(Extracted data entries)
========================================

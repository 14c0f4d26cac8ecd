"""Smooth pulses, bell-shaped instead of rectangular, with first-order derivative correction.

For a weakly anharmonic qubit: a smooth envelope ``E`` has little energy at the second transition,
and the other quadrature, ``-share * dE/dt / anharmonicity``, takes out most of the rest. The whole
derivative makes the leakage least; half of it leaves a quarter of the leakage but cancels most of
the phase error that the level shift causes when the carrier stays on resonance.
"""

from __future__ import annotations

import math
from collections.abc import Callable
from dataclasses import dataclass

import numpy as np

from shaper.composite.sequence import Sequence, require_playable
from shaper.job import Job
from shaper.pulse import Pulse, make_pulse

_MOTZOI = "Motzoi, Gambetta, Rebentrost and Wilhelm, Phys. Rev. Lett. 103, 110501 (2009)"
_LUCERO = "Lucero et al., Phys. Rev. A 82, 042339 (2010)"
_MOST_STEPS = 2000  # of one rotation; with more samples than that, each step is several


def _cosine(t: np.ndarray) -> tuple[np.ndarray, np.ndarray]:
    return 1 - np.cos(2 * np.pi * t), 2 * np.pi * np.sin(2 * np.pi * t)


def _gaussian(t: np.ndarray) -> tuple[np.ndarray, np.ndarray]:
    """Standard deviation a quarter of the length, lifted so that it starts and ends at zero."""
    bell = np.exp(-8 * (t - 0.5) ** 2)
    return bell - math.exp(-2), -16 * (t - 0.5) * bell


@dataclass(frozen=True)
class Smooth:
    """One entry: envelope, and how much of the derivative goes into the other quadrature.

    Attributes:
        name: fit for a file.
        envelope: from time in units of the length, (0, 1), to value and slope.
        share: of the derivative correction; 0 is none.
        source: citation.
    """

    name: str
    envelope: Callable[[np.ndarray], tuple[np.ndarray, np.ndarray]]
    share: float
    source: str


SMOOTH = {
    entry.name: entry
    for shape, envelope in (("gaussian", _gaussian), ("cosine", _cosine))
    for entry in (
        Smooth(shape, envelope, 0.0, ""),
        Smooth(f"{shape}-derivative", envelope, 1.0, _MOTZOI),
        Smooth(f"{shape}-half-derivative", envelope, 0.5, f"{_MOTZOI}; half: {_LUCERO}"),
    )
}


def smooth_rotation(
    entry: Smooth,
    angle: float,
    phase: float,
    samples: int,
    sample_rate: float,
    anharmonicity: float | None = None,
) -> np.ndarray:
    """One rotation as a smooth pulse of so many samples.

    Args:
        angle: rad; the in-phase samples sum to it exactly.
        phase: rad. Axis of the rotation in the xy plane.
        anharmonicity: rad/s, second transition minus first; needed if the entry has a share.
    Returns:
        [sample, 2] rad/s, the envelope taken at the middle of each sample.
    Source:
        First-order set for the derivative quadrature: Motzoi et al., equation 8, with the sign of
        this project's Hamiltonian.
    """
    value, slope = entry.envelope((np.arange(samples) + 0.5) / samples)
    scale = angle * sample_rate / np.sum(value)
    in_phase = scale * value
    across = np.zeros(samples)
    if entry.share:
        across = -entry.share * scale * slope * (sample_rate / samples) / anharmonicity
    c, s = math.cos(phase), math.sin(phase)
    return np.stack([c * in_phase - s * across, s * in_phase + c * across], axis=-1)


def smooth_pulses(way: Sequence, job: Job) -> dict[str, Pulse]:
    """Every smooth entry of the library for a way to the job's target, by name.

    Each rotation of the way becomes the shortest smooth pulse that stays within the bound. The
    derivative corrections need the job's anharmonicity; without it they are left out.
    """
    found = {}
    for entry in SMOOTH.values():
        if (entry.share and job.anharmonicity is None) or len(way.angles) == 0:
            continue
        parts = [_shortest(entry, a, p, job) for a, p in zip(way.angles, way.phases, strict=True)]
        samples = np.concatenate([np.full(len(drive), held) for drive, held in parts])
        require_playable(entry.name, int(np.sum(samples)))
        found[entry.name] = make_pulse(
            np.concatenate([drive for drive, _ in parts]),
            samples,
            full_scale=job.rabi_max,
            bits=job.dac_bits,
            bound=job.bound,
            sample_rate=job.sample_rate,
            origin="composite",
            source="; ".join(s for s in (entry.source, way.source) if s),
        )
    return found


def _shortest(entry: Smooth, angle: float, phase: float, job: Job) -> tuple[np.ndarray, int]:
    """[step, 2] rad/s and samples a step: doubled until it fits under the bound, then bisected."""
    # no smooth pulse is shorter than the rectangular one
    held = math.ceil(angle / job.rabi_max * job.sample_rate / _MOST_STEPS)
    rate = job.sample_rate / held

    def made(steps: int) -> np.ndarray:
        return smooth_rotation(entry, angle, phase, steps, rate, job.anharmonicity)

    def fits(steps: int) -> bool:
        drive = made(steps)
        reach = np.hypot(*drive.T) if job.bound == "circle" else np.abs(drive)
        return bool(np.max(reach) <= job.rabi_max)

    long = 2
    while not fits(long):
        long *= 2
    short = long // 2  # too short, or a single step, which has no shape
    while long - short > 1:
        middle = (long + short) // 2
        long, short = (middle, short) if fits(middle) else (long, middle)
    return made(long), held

========================================

- _Task item_:
From the line containing "return found" to the final line of the data, repeat each line exactly. Include both ends.

- _Answer to the problem_:
    return found


def _shortest(entry: Smooth, angle: float, phase: float, job: Job) -> tuple[np.ndarray, int]:
    """[step, 2] rad/s and samples a step: doubled until it fits under the bound, then bisected."""
    # no smooth pulse is shorter than the rectangular one
    held = math.ceil(angle / job.rabi_max * job.sample_rate / _MOST_STEPS)
    rate = job.sample_rate / held

    def made(steps: int) -> np.ndarray:
        return smooth_rotation(entry, angle, phase, steps, rate, job.anharmonicity)

    def fits(steps: int) -> bool:
        drive = made(steps)
        reach = np.hypot(*drive.T) if job.bound == "circle" else np.abs(drive)
        return bool(np.max(reach) <= job.rabi_max)

    long = 2
    while not fits(long):
        long *= 2
    short = long // 2  # too short, or a single step, which has no shape
    while long - short > 1:
        middle = (long + short) // 2
        long, short = (middle, short) if fits(middle) else (long, middle)
    return made(long), held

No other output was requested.